A vrai dire, tout s’est déroulé à distance, donc une journée de travail ressemblait à ça : attendre de recevoir les morceaux finis par mails, ah ah ! (rires). Bon, il est vrai qu’on a beaucoup échangé d’e-mails et les chansons ont connu plusieurs versions avant le mastering. Dans tous les cas, cela s’est très bien passé, et il était vraiment motivé par cet album ; sachant combien nous sommes nous-mêmes fans de son travail, tu peux imaginer combien ça nous a fait plaisir de savoir qu’il avait pris son pied en s’occupant du mix final, tant et si bien qu’on a déjà parlé avec lui de faire le prochain Sybreed entièrement chez lui !!

Que pensez-vous d’ailleurs de l’évolution de Fear Factory aujourd’hui, entre les rivalités et procès entre membres et les derniers albums studio plutôt décevants…?
Comme beaucoup, je trouve que c’est une situation un peu triste, mais je sais également combien la vie interne d’un groupe peut être difficile, et que le « business » peut être une véritable source de désaccords et de problèmes entre des musiciens, qui peut aller jusqu’à pourrir complètement leur créativité. J’espère juste qu’il  en ressortira du bon et que l’Usine de la Peur reviendra en forme, avec un album digne d’un Demanufacture.

Enfin, le titre du morceau « Love Like Blood » vers la fin de l’album m’a interpellé ainsi que son refrain. Est-ce lié au groupe de gothic métal allemand ou bien à Killing Joke, qui a lui même donné le nom au groupe teuton grâce à sa chanson culte dans les années 80 ?

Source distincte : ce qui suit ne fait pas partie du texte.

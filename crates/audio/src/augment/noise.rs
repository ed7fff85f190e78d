//! Additive noise: generated coloured noise, mains hum, babble, looping with a cross-fade,
//! mixing at an exact signal-to-noise ratio.

use std::borrow::Cow;

use rand::Rng;
use rand_distr::StandardNormal;
use rustfft::num_complex::Complex;
use serde::{Deserialize, Serialize};

use super::fourier::{fast_length, FftPlans};

/// Length of the cross-fade where a looped noise source joins its own start (10 ms at 16 kHz),
/// or half the source when it is shorter than two of these.
pub const LOOP_CROSSFADE_SAMPLES: usize = 160;

/// Generated noise is shaped only from this frequency up; below it the spectrum is zero, so that
/// brown noise's power is not spent on sub-audible drift that the front end never sees.
pub const COLOURED_NOISE_LOW_HZ: f64 = 20.0;

/// A kind of additive noise.
#[derive(Debug, Clone, Copy, PartialEq, Eq, Serialize, Deserialize)]
#[serde(rename_all = "lowercase")]
pub enum NoiseKind {
    /// Flat spectrum (power ∝ f⁰).
    White,
    /// Power ∝ 1/f (−3 dB per octave).
    Pink,
    /// Power ∝ 1/f² (−6 dB per octave).
    Brown,
    /// A sum of other utterances, supplied by the caller through a [`BabbleSource`].
    Babble,
    /// Mains hum: a 50 or 60 Hz tone and its harmonics over a broadband hiss ([`hum`]), as a
    /// ground loop or an unshielded tape recorder leaves on a transfer.
    Hum,
}

impl NoiseKind {
    /// The exponent β of the power spectrum 1/f^β of a coloured noise; `None` for babble and
    /// hum.
    pub fn spectral_exponent(self) -> Option<f64> {
        match self {
            NoiseKind::White => Some(0.0),
            NoiseKind::Pink => Some(1.0),
            NoiseKind::Brown => Some(2.0),
            NoiseKind::Babble | NoiseKind::Hum => None,
        }
    }
}

/// The nominal frequencies of public mains supplies (Hz); a hum draws one of them.
pub const MAINS_HZ: [f64; 2] = [50.0, 60.0];

/// How many harmonics of the mains frequency a hum has (the fundamental counts as the first),
/// [low, high], drawn uniformly.
pub const HUM_HARMONICS: [usize; 2] = [3, 12];

/// The level of the white hiss under a hum, relative to the hum's tones (dB), [low, high],
/// drawn uniformly.
pub const HUM_HISS_DB: [f64; 2] = [-20.0, -3.0];

/// What a hum is made of.
#[derive(Debug, Clone, PartialEq)]
pub struct HumSettings {
    /// The mains frequency (Hz).
    pub mains_hz: f64,
    /// Amplitude of each harmonic, the fundamental first (harmonic h is at h·`mains_hz`).
    pub amplitudes: Vec<f64>,
    /// Phase of each harmonic (radians), as many as `amplitudes`.
    pub phases: Vec<f64>,
    /// Power of the white hiss relative to the power of the tones (dB); `None`: no hiss.
    pub hiss_db: Option<f64>,
}

impl HumSettings {
    /// Draws a hum: a mains frequency from [`MAINS_HZ`], a number of harmonics in
    /// [`HUM_HARMONICS`] (those below the Nyquist frequency), amplitude u/h for harmonic h with
    /// u uniform in [0.25, 1], uniform phases, and hiss at a level in [`HUM_HISS_DB`].
    pub fn draw<R: Rng + ?Sized>(sample_rate: u32, rng: &mut R) -> Self {
        let mains_hz = MAINS_HZ[rng.random_range(0..MAINS_HZ.len())];
        let count = rng.random_range(HUM_HARMONICS[0]..=HUM_HARMONICS[1]);
        let nyquist = f64::from(sample_rate) / 2.0;
        let count = count.min((nyquist / mains_hz).ceil() as usize - 1).max(1);
        let amplitudes = (1..=count)
            .map(|h| rng.random_range(0.25..=1.0) / h as f64)
            .collect();
        let phases = (0..count)
            .map(|_| rng.random_range(0.0..std::f64::consts::TAU))
            .collect();
        let hiss_db = Some(rng.random_range(HUM_HISS_DB[0]..=HUM_HISS_DB[1]));
        HumSettings {
            mains_hz,
            amplitudes,
            phases,
            hiss_db,
        }
    }
}

/// `length` samples of the hum `settings` describe, with unit mean power:
///
/// t[n] = Σ_h a_h·sin(2π·h·f·n/fs + φ_h), then white Gaussian hiss w[n] scaled so that its
/// power is 10^(hiss/10) times the tones' (mean powers over the `length` samples), and the sum
/// scaled to unit mean power.
pub fn hum<R: Rng + ?Sized>(
    length: usize,
    sample_rate: u32,
    settings: &HumSettings,
    rng: &mut R,
) -> Vec<f32> {
    let step = std::f64::consts::TAU * settings.mains_hz / f64::from(sample_rate);
    // Each harmonic is the imaginary part of a phasor turned by e^{i·h·step} per sample (a
    // complex product instead of a sine per sample and harmonic), set exactly from its angle
    // every RESYNC_SAMPLES so that rounding cannot accumulate.
    const RESYNC_SAMPLES: usize = 4_096;
    let turns: Vec<(f64, f64)> = (1..=settings.amplitudes.len())
        .map(|h| (h as f64 * step).sin_cos())
        .map(|(sin, cos)| (cos, sin))
        .collect();
    let mut phasors = vec![(0.0f64, 0.0f64); turns.len()];
    let mut tones = vec![0.0f64; length];
    for (n, tone) in tones.iter_mut().enumerate() {
        if n % RESYNC_SAMPLES == 0 {
            for (k, (phasor, &phase)) in phasors.iter_mut().zip(&settings.phases).enumerate() {
                let (sin, cos) = ((k + 1) as f64 * step * n as f64 + phase).sin_cos();
                *phasor = (cos, sin);
            }
        }
        let mut sum = 0.0;
        for ((phasor, &(cos, sin)), &a) in phasors.iter_mut().zip(&turns).zip(&settings.amplitudes)
        {
            sum += a * phasor.1;
            *phasor = (
                phasor.0 * cos - phasor.1 * sin,
                phasor.0 * sin + phasor.1 * cos,
            );
        }
        *tone = sum;
    }
    let tone_power = tones.iter().map(|x| x * x).sum::<f64>() / length.max(1) as f64;
    if let Some(hiss_db) = settings.hiss_db {
        let hiss: Vec<f64> = (0..length)
            .map(|_| f64::from(rng.sample::<f32, _>(StandardNormal)))
            .collect();
        let hiss_power = hiss.iter().map(|x| x * x).sum::<f64>() / length.max(1) as f64;
        if hiss_power > 0.0 {
            let scale = (tone_power * 10f64.powf(hiss_db / 10.0) / hiss_power).sqrt();
            for (tone, noise) in tones.iter_mut().zip(hiss) {
                *tone += scale * noise;
            }
        }
    }
    let power = tones.iter().map(|x| x * x).sum::<f64>() / length.max(1) as f64;
    let scale = if power > 0.0 {
        power.sqrt().recip()
    } else {
        0.0
    };
    tones.into_iter().map(|x| (x * scale) as f32).collect()
}

/// Where babble comes from: other utterances of the training set, by index. The training loop
/// implements it over whatever holds its audio (and may leave out the utterance being augmented,
/// or its speaker, by what it counts and returns).
pub trait BabbleSource: Sync {
    /// How many utterances there are to draw from.
    fn utterance_count(&self) -> usize;
    /// The 16 kHz mono samples of utterance `index` (< [`Self::utterance_count`]), or `None`
    /// when it cannot be had; that talker is then left out of the babble.
    fn utterance(&self, index: usize) -> Option<Cow<'_, [f32]>>;
}

impl BabbleSource for Vec<Vec<f32>> {
    fn utterance_count(&self) -> usize {
        self.len()
    }

    fn utterance(&self, index: usize) -> Option<Cow<'_, [f32]>> {
        self.get(index)
            .map(|samples| Cow::Borrowed(samples.as_slice()))
    }
}

/// `length` samples of Gaussian noise whose power spectrum falls as 1/f^`exponent` (0 white,
/// 1 pink, 2 brown), with unit mean power.
///
/// White noise is drawn sample by sample. Coloured noise is drawn in the frequency domain: the
/// spectrum of white Gaussian noise of M samples (M the first FFT-friendly length ≥ `length`)
/// has independent complex Gaussian bins X[k], X[M−k] = X*[k]; each bin is drawn so and scaled
/// by f_k^(−β/2) for f_k ≥ [`COLOURED_NOISE_LOW_HZ`] (zero below), one inverse FFT gives the
/// noise, and the first `length` samples are kept and scaled to unit power.
pub fn coloured_noise<R: Rng + ?Sized>(
    length: usize,
    exponent: f64,
    sample_rate: u32,
    rng: &mut R,
    plans: &FftPlans,
) -> Vec<f32> {
    if length == 0 {
        return Vec::new();
    }
    let mut noise: Vec<f32> = if exponent == 0.0 {
        (0..length).map(|_| rng.sample(StandardNormal)).collect()
    } else {
        let size = fast_length(length.max(2));
        let mut spectrum = vec![Complex::<f32>::default(); size];
        let bin_hz = f64::from(sample_rate) / size as f64;
        for k in 1..=size / 2 {
            let hz = k as f64 * bin_hz;
            let weight = if hz < COLOURED_NOISE_LOW_HZ {
                0.0
            } else if exponent == 1.0 {
                // Pink and brown without a power function: a third of the generation time.
                (1.0 / hz.sqrt()) as f32
            } else if exponent == 2.0 {
                (1.0 / hz) as f32
            } else {
                hz.powf(-exponent / 2.0) as f32
            };
            let (re, im): (f32, f32) = (rng.sample(StandardNormal), rng.sample(StandardNormal));
            if 2 * k == size {
                // The Nyquist bin of an even length is real; √2 gives it a complex bin's power.
                spectrum[k] = Complex::new(weight * re * std::f32::consts::SQRT_2, 0.0);
            } else {
                spectrum[k] = Complex::new(weight * re, weight * im);
                spectrum[size - k] = spectrum[k].conj();
            }
        }
        plans.inverse(size).process(&mut spectrum);
        spectrum[..length].iter().map(|c| c.re).collect()
    };
    let power = mean_power(&noise);
    if power > 0.0 {
        let scale = (1.0 / power).sqrt() as f32;
        for sample in &mut noise {
            *sample *= scale;
        }
    }
    noise
}

/// Mean power (1/N)·Σ x[n]², summed in f64.
pub fn mean_power(samples: &[f32]) -> f64 {
    if samples.is_empty() {
        return 0.0;
    }
    samples.iter().map(|&x| f64::from(x).powi(2)).sum::<f64>() / samples.len() as f64
}

/// `length` samples of `source` starting at `start`, looped when the source ends before.
///
/// Each time the source runs out, its last F samples are cross-faded into its first F samples
/// with equal-power gains (cos and sin of a quarter period, which keep the power of two
/// uncorrelated signals constant), F = min([`LOOP_CROSSFADE_SAMPLES`], source length / 2), and
/// it continues from sample F. No sample past the source's end is ever read. `start` is clamped
/// so that a full cross-fade fits before the first join. An empty source gives silence.
pub fn loop_to_length(source: &[f32], length: usize, start: usize) -> Vec<f32> {
    let available = source.len();
    if available == 0 {
        return vec![0.0; length];
    }
    let fade = LOOP_CROSSFADE_SAMPLES.min(available / 2);
    let start = start.min(available - fade.max(1));
    let mut out = Vec::with_capacity(length);
    out.extend_from_slice(&source[start..available.min(start + length)]);
    let gains: Vec<(f32, f32)> = (0..fade)
        .map(|i| {
            let angle = std::f64::consts::FRAC_PI_2 * (i as f64 + 0.5) / fade as f64;
            (angle.cos() as f32, angle.sin() as f32)
        })
        .collect();
    while out.len() < length {
        let join = out.len() - fade;
        for (i, &(fade_out, fade_in)) in gains.iter().enumerate() {
            out[join + i] = out[join + i] * fade_out + source[i] * fade_in;
        }
        let wanted = length - out.len();
        out.extend_from_slice(&source[fade..available.min(fade + wanted)]);
    }
    out
}

/// Adds `noise` (same length as `signal`) scaled so that the signal-to-noise ratio over the whole
/// utterance is exactly `snr_db`:
///
/// P_s = (1/N)·Σ signal[n]², P_v = (1/N)·Σ noise[n]², g = √(P_s / (P_v·10^(snr/10))),
/// signal[n] += g·noise[n], so that 10·log10(P_s / (g²·P_v)) = snr.
///
/// Returns the gain g, or `None` (and leaves the signal alone) when either power is zero, where
/// no ratio exists.
pub fn mix_at_snr(signal: &mut [f32], noise: &[f32], snr_db: f64) -> Option<f64> {
    assert_eq!(
        signal.len(),
        noise.len(),
        "noise must match the signal's length"
    );
    let (signal_power, noise_power) = (mean_power(signal), mean_power(noise));
    if signal_power <= 0.0 || noise_power <= 0.0 {
        return None;
    }
    let gain = (signal_power / (noise_power * 10f64.powf(snr_db / 10.0))).sqrt();
    for (sample, &value) in signal.iter_mut().zip(noise) {
        *sample = (f64::from(*sample) + gain * f64::from(value)) as f32;
    }
    Some(gain)
}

Précisément, « Love Like Blood » est bel et bien une reprise de Killing Joke : ce morceau est tiré de leur album Nightlife, et fut un hit en Angleterre en 1985, si je me souviens bien. On l’a choisi car bien que cette chanson soit issue de la période la plus « commerciale » de Killing Joke, elle possède un groove d’enfer et une rythmique bien plus couillue que la plupart des hits new wave moyens. Donc, aucun lien avec le groupe de goth-rock allemand du même nom.